Saved entries:
- Opening Delimiter -
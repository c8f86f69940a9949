import type { LedgerRecord } from "@weighhouse/campaign/changes";
import type { Payload } from "@weighhouse/campaign/entries";
import type { Hasher } from "@weighhouse/ledger/hasher";
import { LedgerError } from "@weighhouse/ledger/ledger-error";
import { sealDigest } from "@weighhouse/ledger/seal";
import { counted, judged, notPresent } from "./line";
import type { CheckLine } from "./line";
import { PAYLOADS } from "../layout";

type SealKind = "prediction.sealed" | "measurement.sealed";

/**
 * Each seal that was opened opens to what was revealed: the digest on record is that of what its
 * entry binds (ledger, team, hypothesis, measurand) with the nonce and content of the opening.
 */
export function checkSeals(
  records: readonly LedgerRecord[],
  { ledger, hasher }: { ledger: string; hasher: Hasher },
): CheckLine {
  const check = "seals";
  const seals = new Map(records.filter(isSeal).map((record) => [digestOf(record), record]));
  if (seals.size === 0) {
    return notPresent(check, `none among ${counted(records.length, "entry", "entries")}`);
  }
  const faults: string[] = [];
  let opened = 0;
  for (const record of records) {
    if (record.kind !== "prediction.revealed" && record.kind !== "measurement.revealed") continue;
    const place = `${PAYLOADS}, line ${record.seq + 1} (entry ${record.seq}, ${record.kind})`;
    const seal = seals.get(digestOf(record));
    if (seal === undefined) {
      faults.push(`${place}: opens a seal that no entry made`);
      continue;
    }
    const digest = openedDigest(record, seal, { ledger, hasher });
    if (digest === digestOf(seal)) opened += 1;
    else
      faults.push(
        `${place}: opens to digest ${digest}, entry ${seal.seq} sealed ${digestOf(seal)}`,
      );
  }
  const open = `${counted(seals.size, "seal")}, ${opened} opened to what was sealed`;
  return judged(check, faults, `${open}, ${seals.size - opened} not revealed`);
}

function isSeal({ kind }: LedgerRecord): boolean {
  return kind === "prediction.sealed" || kind === "measurement.sealed";
}

function digestOf({ payload }: LedgerRecord): string {
  return (payload as Payload<SealKind>).digest;
}

function openedDigest(
  { payload }: LedgerRecord,
  seal: LedgerRecord,
  { ledger, hasher }: { ledger: string; hasher: Hasher },
): string {
  const { nonce, content } = payload as Payload<"prediction.revealed">;
  const { measurand, hypothesis = null } = seal.payload as Payload<"measurement.sealed"> & {
    hypothesis?: string;
  };
  const team = "system" in seal.by ? null : seal.by.team;
  try {
    return sealDigest(hasher, { ledger, team, hypothesis, measurand, nonce, content });
  } catch (error) {
    if (error instanceof LedgerError) return error.message;
    throw error;
  }
}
- Closing Delimiter -
* Task prompt: Reproduce the data above in full, keeping it exactly the same.

* Problem solution:
repository c8f86f69940a9949
import type { LedgerRecord } from "@weighhouse/campaign/changes";
import type { Payload } from "@weighhouse/campaign/entries";
import type { Hasher } from "@weighhouse/ledger/hasher";
import { LedgerError } from "@weighhouse/ledger/ledger-error";
import { sealDigest } from "@weighhouse/ledger/seal";
import { counted, judged, notPresent } from "./line";
import type { CheckLine } from "./line";
import { PAYLOADS } from "../layout";

type SealKind = "prediction.sealed" | "measurement.sealed";

/**
 * Each seal that was opened opens to what was revealed: the digest on record is that of what its
 * entry binds (ledger, team, hypothesis, measurand) with the nonce and content of the opening.
 */
export function checkSeals(
  records: readonly LedgerRecord[],
  { ledger, hasher }: { ledger: string; hasher: Hasher },
): CheckLine {
  const check = "seals";
  const seals = new Map(records.filter(isSeal).map((record) => [digestOf(record), record]));
  if (seals.size === 0) {
    return notPresent(check, `none among ${counted(records.length, "entry", "entries")}`);
  }
  const faults: string[] = [];
  let opened = 0;
  for (const record of records) {
    if (record.kind !== "prediction.revealed" && record.kind !== "measurement.revealed") continue;
    const place = `${PAYLOADS}, line ${record.seq + 1} (entry ${record.seq}, ${record.kind})`;
    const seal = seals.get(digestOf(record));
    if (seal === undefined) {
      faults.push(`${place}: opens a seal that no entry made`);
      continue;
    }
    const digest = openedDigest(record, seal, { ledger, hasher });
    if (digest === digestOf(seal)) opened += 1;
    else
      faults.push(
        `${place}: opens to digest ${digest}, entry ${seal.seq} sealed ${digestOf(seal)}`,
      );
  }
  const open = `${counted(seals.size, "seal")}, ${opened} opened to what was sealed`;
  return judged(check, faults, `${open}, ${seals.size - opened} not revealed`);
}

function isSeal({ kind }: LedgerRecord): boolean {
  return kind === "prediction.sealed" || kind === "measurement.sealed";
}

function digestOf({ payload }: LedgerRecord): string {
  return (payload as Payload<SealKind>).digest;
}

function openedDigest(
  { payload }: LedgerRecord,
  seal: LedgerRecord,
  { ledger, hasher }: { ledger: string; hasher: Hasher },
): string {
  const { nonce, content } = payload as Payload<"prediction.revealed">;
  const { measurand, hypothesis = null } = seal.payload as Payload<"measurement.sealed"> & {
    hypothesis?: string;
  };
  const team = "system" in seal.by ? null : seal.by.team;
  try {
    return sealDigest(hasher, { ledger, team, hypothesis, measurand, nonce, content });
  } catch (error) {
    if (error instanceof LedgerError) return error.message;
    throw error;
  }
}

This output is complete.